The extension would detect if MetaMask, Phantom, Coinbase Pockets, Belief Pockets, Solflare, Backpack, Courageous Pockets, Exodus, Binance Chain Pockets, WalletConnect, and the Argon crypto wallets have been put in. If that’s the case, it will try to steal exercise and seed phrases, which might be used to hijack wallets and steal their belongings.
One other script captured login credentials, fee data, and different delicate kind knowledge.
Further payloads have been used to scrape Gmail inbox contents, extract Fb Enterprise Supervisor promoting account knowledge, and acquire YouTube channel data.
A evaluate of the now-removed Chrome extension web page claims that macOS customers have been focused with the AMOS (Atomic Stealer) infostealer. BleepingComputer has not been capable of independently confirm if these claims are true.

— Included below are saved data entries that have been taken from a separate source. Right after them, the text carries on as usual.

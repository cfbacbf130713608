"""Invented coupon photos from an example trial's invented readings, for ``trialkit photos``.

Usage (from the repository root)::

    python example_trials/photos_from_truth.py OUT [--example chelator-sweep] [--coupons 6]
    trialkit photos OUT/photos/*.png --card X0,Y0,X1,Y1 --json

For the first ``--coupons`` rusted coupons of the example, it renders a "before" and an
"after" photo whose rusted share is the coverage in the example's invented readings
(``readings/coupons.csv``) - a grey plate with rust-coloured patches on light paper, under
a warm colour cast with a grey card in the frame, with noise and blur
(:mod:`trialkit.demo.photo_scenes`) - and writes ``OUT/photos/<coupon>_<before|after>.png``
and ``OUT/truth.json`` (each photo's exact rusted share and the card's box).  Everything
here is invented: the photos are drawings, not photographs of real coupons.  The example
folders' readings are not changed.
"""

from __future__ import annotations

import argparse
import csv
import json
import sys
from pathlib import Path

HERE = Path(__file__).resolve().parent
#: The colour cast of the invented light (R, G, B gains): a warm indoor lamp.
CAST = (1.12, 1.0, 0.82)
SIZE = (240, 320)


def main(argv: list[str] | None = None) -> int:
    parser = argparse.ArgumentParser(description=__doc__.splitlines()[0])
    parser.add_argument("out", type=Path)
    parser.add_argument("--example", default="chelator-sweep")
    parser.add_argument("--coupons", type=int, default=6)
    args = parser.parse_args(argv)
    try:
        import trialkit  # noqa: F401
    except ModuleNotFoundError:  # run from a source tree without installing
        sys.path.insert(0, str(HERE.parent))
    from PIL import Image

    from trialkit.demo.photo_scenes import render

    rows = list(csv.DictReader((HERE / args.example / "readings" / "coupons.csv")
                               .open(encoding="utf-8")))
    rusted = [r for r in rows if r["coupon_kind"] == "rusted" and r["coverage_before_pct"]]
    folder = args.out / "photos"
    folder.mkdir(parents=True, exist_ok=True)
    truth, card = {}, None
    for i, row in enumerate(rusted[:args.coupons]):
        for j, when in enumerate(("before", "after")):
            pct = float(row[f"coverage_{when}_pct"])
            scene = render(pct, seed=1000 + 2 * i + j, size=SIZE, cast=CAST, card=True)
            name = f"{row['coupon']}_{when}.png"
            Image.fromarray(scene.rgb).save(folder / name)
            truth[name] = {"coupon": row["coupon"], "when": when,
                           "recorded_pct": pct, "rust_pct": scene.truth_pct}
            card = list(scene.card)
    (args.out / "truth.json").write_text(json.dumps({"example": args.example, "card": card,
                                                     "photos": truth}, indent=1) + "\n")
    print(f"wrote {len(truth)} invented photos into {folder}; measure them with\n"
          f"  trialkit photos {folder}/*.png --card {','.join(map(str, card))} --json")
    return 0


if __name__ == "__main__":
    sys.exit(main())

Google has since eliminated QuickLens from the Chrome Net Retailer, and Chrome now routinely disables it for affected customers.
Supply: BleepingComputer
Customers who put in QuickLens – Search Display screen with Google Lens ought to make sure the extension is totally eliminated, scan their machine for malware, and reset passwords for any credentials saved within the browser.
Should you use any of the talked about cryptocurrency wallets, you must switch your funds to a brand new pockets.
This extension isn’t the primary for use in ClickFix assaults. Final month, Huntress found a browser extension that deliberately crashed browsers after which displayed faux fixes that put in the ModeloRAT malware.
Trendy IT infrastructure strikes sooner than handbook workflows can deal with.
On this new Tines information, learn the way your group can cut back hidden handbook delays, enhance reliability by means of automated response, and construct and scale clever workflows on high of instruments you already use.